▸ **Task statement**
Give back every record exactly.

▸ **Records provided**
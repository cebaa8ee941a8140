"""Listing files: a product as sold, with its claims, in a small TOML format of our own.

A listing file records what a seller states about a lamp — name, stated wavelength or band,
optical and electrical power, LEDs and how they are wired, cover material, distance, area or
room, and the claims ("kills 99.9 % of germs in 30 minutes", "ozone-free", "safe for pets").
The format is described for users in ``examples/listings/README.md``; this module is its one
reader. Quantities are written as text with their unit (``"30 min"``, ``"2 m"``, ``"20 m²"``,
``"8 W"``, ``"254nm"``) and converted once, here, to SI (wavelengths to nm).

Claims are given either structured (``kind`` plus fields; preferred) or as free text, which
:func:`parse_claim_text` turns into a structured claim where it recognises the pattern;
unrecognised text becomes kind ``unrecognised`` with the text kept.

Errors: every problem raises :class:`~uvcheck.errors.InputFormatError` naming the file, the
line and the key (``listing.toml line 12, key 'claims[2].time'``; claims are counted from 1).
TOML syntax errors carry tomllib's line and column. Unknown keys are errors that list the
known keys and suggest the nearest one.

Only the standard library and uvcheck's own light modules are imported here.
"""

from __future__ import annotations

import difflib
import hashlib
import math
import re
import tomllib
from dataclasses import dataclass, field, replace
from pathlib import Path
from types import MappingProxyType
from typing import Any, Mapping

from uvcheck.errors import InputFormatError, UvcheckError
from uvcheck.units import UNIT_CHARACTERS, format_duration, parse_quantity

#: The format identifier a listing may declare in its top-level ``format`` key.
FORMAT_ID = "uvcheck-listing/1"

#: The fixed set of claim kinds.
CLAIM_KINDS = ("emission", "inactivation", "coverage", "ozone-free", "safety", "optical-power",
               "irradiance", "no-emission", "efficiency", "risk-group", "approval", "unrecognised")

#: The IEC 62471 risk groups a risk-group claim can state (as uvcheck.limits.GROUPS, repeated
#: so that the listing reader stays free of numpy).
RISK_GROUPS = ("Exempt", "RG1", "RG2", "RG3")
#: Agencies an approval claim can name.
AGENCIES = ("EPA", "FDA")

#: Media an inactivation claim can be about.
MEDIA = ("surface", "air")

#: Who or what a safety claim says the lamp is safe for.
SUBJECTS = ("people", "children", "pets", "plants", "occupied-rooms", "eyes", "skin")

#: Named spectral bands a listing may state (same edges as uvcheck.bands, repeated here so the
#: listing reader stays free of numpy; tests/test_listing.py checks that they agree).
BANDS_NM: dict[str, tuple[float, float]] = {
    "UV-C": (200.0, 280.0), "far-UVC": (200.0, 235.0), "UV-B": (280.0, 315.0),
    "UV-A": (315.0, 400.0), "visible": (400.0, 780.0), "IR-A": (780.0, 1400.0),
}
#: All UV as a claim means it ("UV-free", "UV intensity 80 µW/cm²"): 200–400 nm (UV below
#: 200 nm does not travel in air).
ALL_UV_NM = (200.0, 400.0)
#: Bands a claim can say the lamp does not emit in ("no-emission": "UV-free", "no UV-C"):
#: the named bands, and all UV.
DENIABLE_BANDS_NM: dict[str, tuple[float, float]] = {**BANDS_NM, "UV": ALL_UV_NM}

▸ **Task result**
repository cebaa8ee941a8140
"""Listing files: a product as sold, with its claims, in a small TOML format of our own.

A listing file records what a seller states about a lamp — name, stated wavelength or band,
optical and electrical power, LEDs and how they are wired, cover material, distance, area or
room, and the claims ("kills 99.9 % of germs in 30 minutes", "ozone-free", "safe for pets").
The format is described for users in ``examples/listings/README.md``; this module is its one
reader. Quantities are written as text with their unit (``"30 min"``, ``"2 m"``, ``"20 m²"``,
``"8 W"``, ``"254nm"``) and converted once, here, to SI (wavelengths to nm).

Claims are given either structured (``kind`` plus fields; preferred) or as free text, which
:func:`parse_claim_text` turns into a structured claim where it recognises the pattern;
unrecognised text becomes kind ``unrecognised`` with the text kept.

Errors: every problem raises :class:`~uvcheck.errors.InputFormatError` naming the file, the
line and the key (``listing.toml line 12, key 'claims[2].time'``; claims are counted from 1).
TOML syntax errors carry tomllib's line and column. Unknown keys are errors that list the
known keys and suggest the nearest one.

Only the standard library and uvcheck's own light modules are imported here.
"""

from __future__ import annotations

import difflib
import hashlib
import math
import re
import tomllib
from dataclasses import dataclass, field, replace
from pathlib import Path
from types import MappingProxyType
from typing import Any, Mapping

from uvcheck.errors import InputFormatError, UvcheckError
from uvcheck.units import UNIT_CHARACTERS, format_duration, parse_quantity

#: The format identifier a listing may declare in its top-level ``format`` key.
FORMAT_ID = "uvcheck-listing/1"

#: The fixed set of claim kinds.
CLAIM_KINDS = ("emission", "inactivation", "coverage", "ozone-free", "safety", "optical-power",
               "irradiance", "no-emission", "efficiency", "risk-group", "approval", "unrecognised")

#: The IEC 62471 risk groups a risk-group claim can state (as uvcheck.limits.GROUPS, repeated
#: so that the listing reader stays free of numpy).
RISK_GROUPS = ("Exempt", "RG1", "RG2", "RG3")
#: Agencies an approval claim can name.
AGENCIES = ("EPA", "FDA")

#: Media an inactivation claim can be about.
MEDIA = ("surface", "air")

#: Who or what a safety claim says the lamp is safe for.
SUBJECTS = ("people", "children", "pets", "plants", "occupied-rooms", "eyes", "skin")

#: Named spectral bands a listing may state (same edges as uvcheck.bands, repeated here so the
#: listing reader stays free of numpy; tests/test_listing.py checks that they agree).
BANDS_NM: dict[str, tuple[float, float]] = {
    "UV-C": (200.0, 280.0), "far-UVC": (200.0, 235.0), "UV-B": (280.0, 315.0),
    "UV-A": (315.0, 400.0), "visible": (400.0, 780.0), "IR-A": (780.0, 1400.0),
}
#: All UV as a claim means it ("UV-free", "UV intensity 80 µW/cm²"): 200–400 nm (UV below
#: 200 nm does not travel in air).
ALL_UV_NM = (200.0, 400.0)
#: Bands a claim can say the lamp does not emit in ("no-emission": "UV-free", "no UV-C"):
#: the named bands, and all UV.
DENIABLE_BANDS_NM: dict[str, tuple[float, float]] = {**BANDS_NM, "UV": ALL_UV_NM}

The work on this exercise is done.